11. This further includes the operation of converting random noise in the latent space into second reconstructed data in the time domain, The battery diagnostic method according to claim 10, wherein the operation for calculating the discrimination result includes the operation for calculating the discrimination result based on a discrimination model that has been trained to distinguish between the time series data and the second reconstructed data.
12. The battery diagnostic method according to claim 10, wherein the operation for calculating the reconstruction error includes an operation for calculating the reconstruction error according to a combined comparison method that compares the time series data and the first reconstruction data over the entire time interval included in the time series data.
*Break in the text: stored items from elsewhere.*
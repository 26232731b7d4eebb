"""Time of the structural analysis, and that it stays right at these sizes."""

from __future__ import annotations

import random
from typing import Any

import numpy as np
import pytest

from eqsheet.structure.analyse import analyse
from eqsheet.structure.analyse_sparse import analyse_sparse


def chain(size: int) -> list[list[int]]:
    """Each row settles a column from the one before: the shape of a long one-line calculation."""
    return [[0], *([i - 1, i] for i in range(1, size))]


def coupled(size: int) -> list[list[int]]:
    """A hidden diagonal and two more entries a row, rows in random order: mostly one large block."""
    draw = random.Random(size)
    rows = [[i, *draw.sample(range(size), 2)] for i in range(size)]
    draw.shuffle(rows)
    return rows


@pytest.mark.parametrize("size", [20, 1_000])
def test_coupled_system(benchmark: Any, size: int) -> None:
    structure = benchmark(analyse, coupled(size), size)
    assert structure.square
    assert max(len(block.rows) for block in structure.blocks) > size / 2


@pytest.mark.parametrize("size", [2_500, 5_000, 10_000])
def test_chain_of_one_line_equations(benchmark: Any, size: int) -> None:
    structure = benchmark(analyse, chain(size), size)
    assert [block.columns for block in structure.blocks] == [(i,) for i in range(size)]


def test_chain_of_100_000_rows_from_arrays(benchmark: Any) -> None:
    size = 100_000
    indptr = np.concatenate([[0], np.arange(1, 2 * size, 2)]).astype(np.int32)
    indices = np.concatenate([[0], np.column_stack([np.arange(size - 1), np.arange(1, size)]).ravel()])
    structure = benchmark(analyse_sparse, indptr, indices.astype(np.int32), size)
    assert [block.columns for block in structure.blocks] == [(i,) for i in range(size)]


def test_tridiagonal_family_of_100_000_rows_from_arrays(benchmark: Any) -> None:
    size = 100_000
    own = np.arange(size)
    indices = np.column_stack([np.maximum(own - 1, 0), own, np.minimum(own + 1, size - 1)]).ravel()
    indptr = np.arange(0, 3 * size + 1, 3)
    structure = benchmark(analyse_sparse, indptr.astype(np.int32), indices.astype(np.int32), size)
    assert [block.columns for block in structure.blocks] == [tuple(range(size))]
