"""Worksheets with large families, and the same problems solved by hand with numpy and scipy."""

from __future__ import annotations

from collections.abc import Callable
from typing import Any

import numpy as np
from numpy.typing import NDArray
from scipy import sparse
from scipy.sparse.linalg import splu

Vector = NDArray[np.float64]


def tridiagonal(n: int) -> str:
    """The boundary value problem T'' = T^3 + 1 on n inner points."""
    return f"""
N = {n}
h = 1/(N+1)
for i in 1..N:
    (T[i+1] - 2*T[i] + T[i-1])/h^2 = T[i]^3 + 1
    T[i] near 0.1
T[0] = 0
T[N+1] = 1
"""


def tridiagonal_by_hand(n: int) -> Vector:
    """The same, (n,)."""
    h = 1.0 / (n + 1)
    off = np.ones(n - 1) / h**2

    def linearise(t: Vector) -> tuple[Vector, Any]:
        left, right = np.concatenate([[0.0], t[:-1]]), np.concatenate([t[1:], [1.0]])
        residual = (right - 2.0 * t + left) / h**2 - t**3 - 1.0
        jacobian = sparse.diags([off, -2.0 / h**2 - 3.0 * t**2, off], [-1, 0, 1], format="csc")
        return residual, jacobian

    return newton_by_hand(linearise, np.full(n, 0.1))


def bratu(n: int) -> str:
    """The two-dimensional Bratu problem, parameter 1, on n by n inner points."""
    return f"""
N = {n}
h = 1/(N+1)
for i in 1..N, j in 1..N:
    u[i-1, j] + u[i+1, j] + u[i, j-1] + u[i, j+1] - 4*u[i, j] + h^2*exp(u[i, j]) = 0
    u[i, j] near 0.05
for i in 1..N:
    u[i, 0] = 0
    u[i, N+1] = 0
    u[0, i] = 0
    u[N+1, i] = 0
"""


def bratu_by_hand(n: int) -> Vector:
    """The same, (n*n,) with the second index fastest."""
    h = 1.0 / (n + 1)
    line = sparse.diags([np.ones(n - 1), -2.0 * np.ones(n), np.ones(n - 1)], [-1, 0, 1])
    laplace = sparse.csc_matrix(sparse.kron(line, sparse.identity(n)) + sparse.kron(sparse.identity(n), line))

    def linearise(u: Vector) -> tuple[Vector, Any]:
        source = h**2 * np.exp(u)
        return laplace @ u + source, sparse.csc_matrix(laplace + sparse.diags(source))

    return newton_by_hand(linearise, np.full(n * n, 0.05))


def newton_by_hand(linearise: Callable[[Vector], tuple[Vector, Any]], start: Vector) -> Vector:
    """What one writes who knows how: undamped Newton with a sparse factorisation."""
    x = start
    for _ in range(50):
        residual, jacobian = linearise(x)
        step = splu(jacobian).solve(residual)
        x = x - step
        if np.abs(step).max() <= 1e-10 * np.abs(x).max():
            break
    return x


def chain(n: int) -> str:
    """Each member in closed form from the one before."""
    return f"""
N = {n}
x[0] = 1
for i in 1..N:
    x[i] = 0.5*x[i-1] + 1/(1 + x[i-1]^2)
"""


def cascade(stages: int) -> str:
    """A counter-current absorber with a curved equilibrium line, stage by stage."""
    return f"""
N = {stages}
L = 1.4 mol/s
V = 1 mol/s
x[0] = 0.001
y[N+1] = 0.12
for i in 1..N:
    L*(x[i] - x[i-1]) = V*(y[i+1] - y[i])
    y[i] = 1.1*x[i]/(1 + 0.1*x[i])
    x[i] near 0.05
    y[i] near 0.05
"""
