"""Sobol's points against a library's, and what makes them of use."""

from __future__ import annotations

import numpy as np
import pytest
from scipy.stats import qmc

from eqsheet.solve.sobol import sobol


@pytest.mark.parametrize("dimensions", [1, 2, 10, 53])
def test_the_points_are_those_of_the_library_but_for_a_digital_shift(dimensions: int) -> None:
    """Exclusive or with the first point, which is zero before the shift, takes the shift out."""
    own = np.floor(sobol(dimensions, 256) * 2.0**32).astype(np.uint64)
    library = qmc.Sobol(dimensions, scramble=False, bits=32).random(256)
    assert ((own ^ own[0]) == (library * 2.0**32).astype(np.uint64)).all()


def test_every_sixteenth_of_every_axis_holds_as_many_points() -> None:
    points = sobol(120, 64)
    assert points.shape == (64, 120)
    for axis in points.T:
        assert np.bincount((axis * 16).astype(int), minlength=16).tolist() == [4] * 16


def test_points_lie_strictly_inside_and_no_two_axes_are_alike() -> None:
    points = sobol(120, 64)
    assert (points > 0.0).all() and (points < 1.0).all()
    assert len({tuple(axis) for axis in points.T.tolist()}) == 120


def test_the_cube_is_filled_much_more_evenly_than_by_chance() -> None:
    chance = np.random.default_rng(1).random((256, 5))
    assert qmc.discrepancy(sobol(5, 256)) < 0.1 * qmc.discrepancy(chance)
13. The battery diagnostic method according to any one of claims 10 to 12, wherein the operation for calculating the reconstruction error includes an operation for calculating the reconstruction error according to a segmented comparison method that compares the time series data with the first reconstruction data in a specified portion of the total time intervals included in the time series data.
14. The operation involves increasing the critical value and comparing the number of abnormal points with the critical value to diagnose an abnormality in the battery, A battery diagnostic method according to any one of claims 10 to 12, further comprising: if the critical value is greater than or equal to a specified value, determining an optimal critical value based on all critical values used during the abnormal diagnosis of the battery.
15. The operation for determining the optimal critical value is as follows: The operation of calculating the AUROC value corresponding to each of the aforementioned critical values, The battery diagnostic method according to claim 14, further comprising the operation of determining a critical value corresponding to the maximum AUROC value among the AUROC values as the optimal critical value.